## Instructions for the task
Lines with the word "boxwood" in them must be copied from the records below.
[Opening Given entries section]
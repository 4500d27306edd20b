import type { ReactNode } from 'react';
import styled, { css } from 'styled-components';

export interface Step {
  id: string;
  name: string;
  /** Up to two lines below the name, on the page size only. */
  note?: ReactNode;
}

interface StepRodProps {
  steps: readonly Step[];
  /** Index of the step under way; `steps.length` when all are done. */
  current: number;
  /** Share 0–1 of the step under way. */
  progress?: number;
  /** "strip": the narrow one in the header. "page": the broad one of the overview, with notes. */
  size?: 'strip' | 'page';
  label?: string;
}

/** The steps of the round on one rod: done steps boxwood, the one under way part filled, the rest plain. */
export function StepRod({
  steps,
  current,
  progress = 0,
  size = 'strip',
  label = 'Steps of the round',
}: StepRodProps) {
  return (
    <List $size={size} style={{ gridTemplateColumns: `repeat(${steps.length}, 1fr)` }} aria-label={label}>
      {steps.map((step, index) => {
        const state = index < current ? 'done' : index === current ? 'now' : 'ahead';
        return (
          <Item key={step.id} $size={size} $state={state} aria-current={state === 'now' ? 'step' : undefined}>
            <Piece
              $size={size}
              $state={state}
              style={{ '--step-progress': `${progress * 100}%` }}
              aria-hidden
            />
            <span>{step.name}</span>
            {state === 'done' && <span className="visually-hidden"> (done)</span>}
            {size === 'page' && step.note && <Note>{step.note}</Note>}
          </Item>
        );
      })}
    </List>
  );
}

type State = 'done' | 'now' | 'ahead';
type Size = 'strip' | 'page';

const List = styled.ol<{ $size: Size }>`
  display: grid;
  gap: ${({ $size }) => ($size === 'strip' ? '2px' : '0')};
  width: ${({ $size }) => ($size === 'strip' ? '470px' : '100%')};
  min-width: 0;
  @media (max-width: 767px) {
    ${({ $size }) => $size === 'page' && 'grid-template-columns: 1fr !important;'}
  }
`;

const Item = styled.li<{ $size: Size; $state: State }>`
  min-width: 0;
  ${({ $size, $state }) =>
    $size === 'strip'
      ? css`
          font-size: 12px;
          line-height: 1.2;
          color: var(${$state === 'ahead' ? '--mw-ink-3' : $state === 'done' ? '--mw-ink-2' : '--mw-ink'});
          font-weight: ${$state === 'now' ? 700 : 400};
        `
      : css`
          font-weight: 700;
          color: var(${$state === 'ahead' ? '--mw-ink-2' : '--mw-ink'});
          @media (max-width: 767px) {
            display: grid;
            grid-template-columns: 72px minmax(0, 1fr);
            column-gap: 12px;
            padding-bottom: 12px;
          }
        `}
`;

const lines = (ink: string, size: Size) =>
  size === 'strip'
    ? css`repeating-linear-gradient(to right, var(${ink}) 0 1px, transparent 1px 9px)`
    : css`
        repeating-linear-gradient(to right, var(${ink}) 0 1px, transparent 1px 46px),
        repeating-linear-gradient(to right, var(${ink}) 0 1px, transparent 1px 9.2px)
      `;

const fill = css`linear-gradient(to right, var(--mw-rod) var(--step-progress), var(--mw-rod-soft) var(--step-progress))`;

const Piece = styled.i<{ $size: Size; $state: State }>`
  display: block;
  position: relative;
  background-repeat: no-repeat;
  background-color: var(${({ $state }) => ($state === 'ahead' ? '--mw-sunken' : '--mw-rod')});
  border: 0 solid var(${({ $state }) => ($state === 'ahead' ? '--mw-line-strong' : '--mw-rod-edge')});
  background-image:
    ${({ $size, $state }) => lines($state === 'ahead' ? '--mw-line-strong' : '--mw-rod-ink', $size)},
    ${({ $state }) => ($state === 'now' ? fill : 'none')};
  ${({ $size }) => ($size === 'strip' ? stripPiece : pagePiece)}
  &::after {
    content: ${({ $state }) => ($state === 'now' ? "''" : 'none')};
    position: absolute;
    left: var(--step-progress);
  }
  @media (forced-colors: active) {
    border: 1px solid CanvasText;
  }
`;

const stripPiece = css`
  height: 9px;
  margin-bottom: 4px;
  border-bottom-width: 1px;
  background-size:
    100% 4px,
    100% 100%;
  background-position:
    0 100%,
    0 0;
  &::after {
    top: -3px;
    width: 8px;
    height: 15px;
    margin-left: -4px;
    background: var(--mw-action);
    clip-path: polygon(0 0, 100% 0, 100% 70%, 50% 100%, 0 70%);
  }
`;

const pagePiece = css`
  height: 26px;
  margin-bottom: 8px;
  border-block-width: 1px;
  background-size:
    100% 14px,
    100% 7px,
    100% 100%;
  &::after {
    top: -7px;
    width: 14px;
    height: 38px;
    margin-left: -7px;
    border: 2.5px solid var(--mw-action);
    border-radius: 2px;
    background: linear-gradient(to right, transparent 4px, var(--mw-action) 4px 5px, transparent 5px);
  }
  @media (max-width: 767px) {
    height: 14px;
    grid-row: span 2;
    background-size:
      100% 8px,
      100% 4px,
      100% 100%;
    &::after {
      height: 26px;
    }
  }
`;

const Note = styled.div`
  padding-right: 12px;
  font-size: 13px;
  font-weight: 400;
  line-height: 1.35;
  color: var(--mw-ink-2);
`;
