import styled from 'styled-components';
import { Icon } from './icon';
import type { Column, Sort } from './table';

interface SortHeaderProps<Row> {
  column: Column<Row>;
  sort?: Sort;
  onSort?: (sort: Sort) => void;
}

/** A column header; a button when the column can be sorted. The sorted column keeps its mark. */
export function SortHeader<Row>({ column, sort, onSort }: SortHeaderProps<Row>) {
  const className = column.align === 'end' ? 'num' : undefined;
  const sorted = sort?.id === column.id ? sort.direction : undefined;
  if (!column.sortable || !onSort) {
    return (
      <th scope="col" className={className} style={{ width: column.width }}>
        {column.header}
      </th>
    );
  }
  return (
    <th
      scope="col"
      className={className}
      style={{ width: column.width }}
      aria-sort={sorted && (sorted === 'asc' ? 'ascending' : 'descending')}
    >
      <Press
        type="button"
        $sorted={Boolean(sorted)}
        $end={column.align === 'end'}
        onClick={() => onSort({ id: column.id, direction: next(column, sorted) })}
      >
        {column.header}
        <Icon name={sorted === 'asc' ? 'up' : 'down'} size={11} />
      </Press>
    </th>
  );
}

function next<Row>(column: Column<Row>, sorted: Sort['direction'] | undefined): Sort['direction'] {
  if (!sorted) return column.firstDirection ?? 'asc';
  return sorted === 'asc' ? 'desc' : 'asc';
}

const Press = styled.button<{ $sorted: boolean; $end: boolean }>`
  display: inline-flex;
  flex-direction: ${({ $end }) => ($end ? 'row-reverse' : 'row')};
  align-items: center;
  gap: 3px;
  height: 28px;
  margin: 0 -4px;
  padding: 0 4px;
  border: 0;
  background: none;
  color: ${({ $sorted }) => ($sorted ? 'var(--mw-ink)' : 'inherit')};
  font-weight: ${({ $sorted }) => ($sorted ? 700 : 600)};
  cursor: pointer;
  svg {
    opacity: ${({ $sorted }) => ($sorted ? 1 : 0)};
  }
  &:hover svg,
  &:focus-visible svg {
    opacity: 1;
  }
`;
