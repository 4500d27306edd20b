import type { CSSProperties } from 'react';
import styled, { css } from 'styled-components';

interface RodProps {
  orientation?: 'horizontal' | 'vertical';
  /** Across the rod, px. The rod fills its container along its length. */
  thickness?: number;
  /** Share 0–1 that is settled or spent: boxwood. */
  filled?: number;
  /** Share 0–1 up to which the rest is still open: pale boxwood. Beyond it the rod is plain. */
  open?: number;
  /** Share 0–1 where the slide cursor stands. */
  cursor?: number;
  /** Share 0–1 where a double line, the ceiling, crosses the rod. */
  ceiling?: number;
  /** Distance between long and between short graduations, any CSS length or percentage. */
  long?: string;
  short?: string;
  className?: string;
}

/** The measuring rod. Decoration: the value it shows always stands beside it as text. */
export function Rod({
  orientation = 'horizontal',
  thickness = 26,
  filled = 1,
  open = filled,
  cursor,
  ceiling,
  long = '46px',
  short = '9.2px',
  className,
}: RodProps) {
  const style = {
    '--rod-thickness': `${thickness}px`,
    '--rod-filled': share(filled),
    '--rod-open': share(Math.max(open, filled)),
    '--rod-long': long,
    '--rod-short': short,
  } as CSSProperties;
  return (
    <Body $vertical={orientation === 'vertical'} className={className} style={style} aria-hidden>
      {ceiling !== undefined && <Ceiling style={{ left: share(ceiling) }} />}
      {cursor !== undefined && <Cursor style={{ left: share(cursor) }} $thickness={thickness} />}
    </Body>
  );
}

function share(value: number): string {
  return `${Math.min(1, Math.max(0, value)) * 100}%`;
}

const graduations = (axis: string) => css`
  repeating-linear-gradient(to ${axis}, var(--mw-rod-ink) 0 1px, transparent 1px var(--rod-long)),
  repeating-linear-gradient(to ${axis}, var(--mw-rod-ink) 0 1px, transparent 1px var(--rod-short))
`;

const wood = (axis: string) => css`
  linear-gradient(
    to ${axis},
    var(--mw-rod) var(--rod-filled),
    var(--mw-rod-soft) var(--rod-filled) var(--rod-open),
    var(--mw-sunken) var(--rod-open)
  )
`;

const horizontal = css`
  height: var(--rod-thickness);
  width: 100%;
  border-block: 1px solid var(--mw-rod-edge);
  background-image: ${graduations('right')}, ${wood('right')};
  background-size:
    100% 54%,
    100% 27%,
    100% 100%;
  background-repeat: no-repeat;
`;

const vertical = css`
  width: var(--rod-thickness);
  height: 100%;
  border-right: 1px solid var(--mw-rod-edge);
  background-image: ${graduations('bottom')}, ${wood('bottom')};
  background-size:
    100% 100%,
    43% 100%,
    100% 100%;
  background-position:
    right 20px,
    right 20px,
    0 0;
  background-repeat: repeat-y, repeat-y, no-repeat;
`;

const Body = styled.div<{ $vertical: boolean }>`
  position: relative;
  flex: none;
  ${({ $vertical }) => ($vertical ? vertical : horizontal)}
  @media (forced-colors: active) {
    border: 1px solid CanvasText;
  }
`;

const Ceiling = styled.i`
  position: absolute;
  inset-block: -6px;
  width: 5px;
  margin-left: -2px;
  border-inline: 1.5px solid var(--mw-ink);
`;

const Cursor = styled.i<{ $thickness: number }>`
  position: absolute;
  top: -7px;
  width: 14px;
  height: ${({ $thickness }) => $thickness + 12}px;
  margin-left: -7px;
  border: 2.5px solid var(--mw-action);
  border-radius: 2px;
  background: linear-gradient(to right, transparent 4px, var(--mw-action) 4px 5px, transparent 5px);
  transition: left 160ms;
`;
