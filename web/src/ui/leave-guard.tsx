import { useEffect } from 'react';
import type { ReactNode } from 'react';
import { useBlocker } from 'react-router-dom';
import type { BlockerFunction } from 'react-router-dom';
import { ConfirmDialog } from './dialog';

interface LeaveGuardProps {
  /** Whether something would be lost. */
  when: boolean;
  title: string;
  /** What would be lost. */
  children: ReactNode;
  /** The button that goes on all the same. */
  leave: string;
  /** Which moves to ask about; any unless told. */
  blocks?: BlockerFunction;
}

/** Asks before the address changes or the window closes while something would be lost. */
export function LeaveGuard({ when, ...guard }: LeaveGuardProps) {
  // Set up only while it is needed, because the router listens to one guard at a time: the one set up last.
  return when ? <Guard {...guard} /> : null;
}

function Guard({ title, children, leave, blocks = anyMove }: Omit<LeaveGuardProps, 'when'>) {
  const blocker = useBlocker(blocks);
  useEffect(() => {
    const warn = (event: BeforeUnloadEvent) => event.preventDefault();
    window.addEventListener('beforeunload', warn);
    return () => window.removeEventListener('beforeunload', warn);
  }, []);
  if (blocker.state !== 'blocked') return null;
  return (
    <ConfirmDialog title={title} confirm={leave} danger onConfirm={blocker.proceed} onClose={blocker.reset}>
      {children}
    </ConfirmDialog>
  );
}

const anyMove: BlockerFunction = ({ currentLocation, nextLocation }) =>
  currentLocation.pathname !== nextLocation.pathname;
[Closing Given entries section]
## Exercise answer
/** The steps of the round on one rod: done steps boxwood, the one under way part filled, the rest plain. */
  /** Share 0–1 that is settled or spent: boxwood. */
  /** Share 0–1 up to which the rest is still open: pale boxwood. Beyond it the rod is plain. */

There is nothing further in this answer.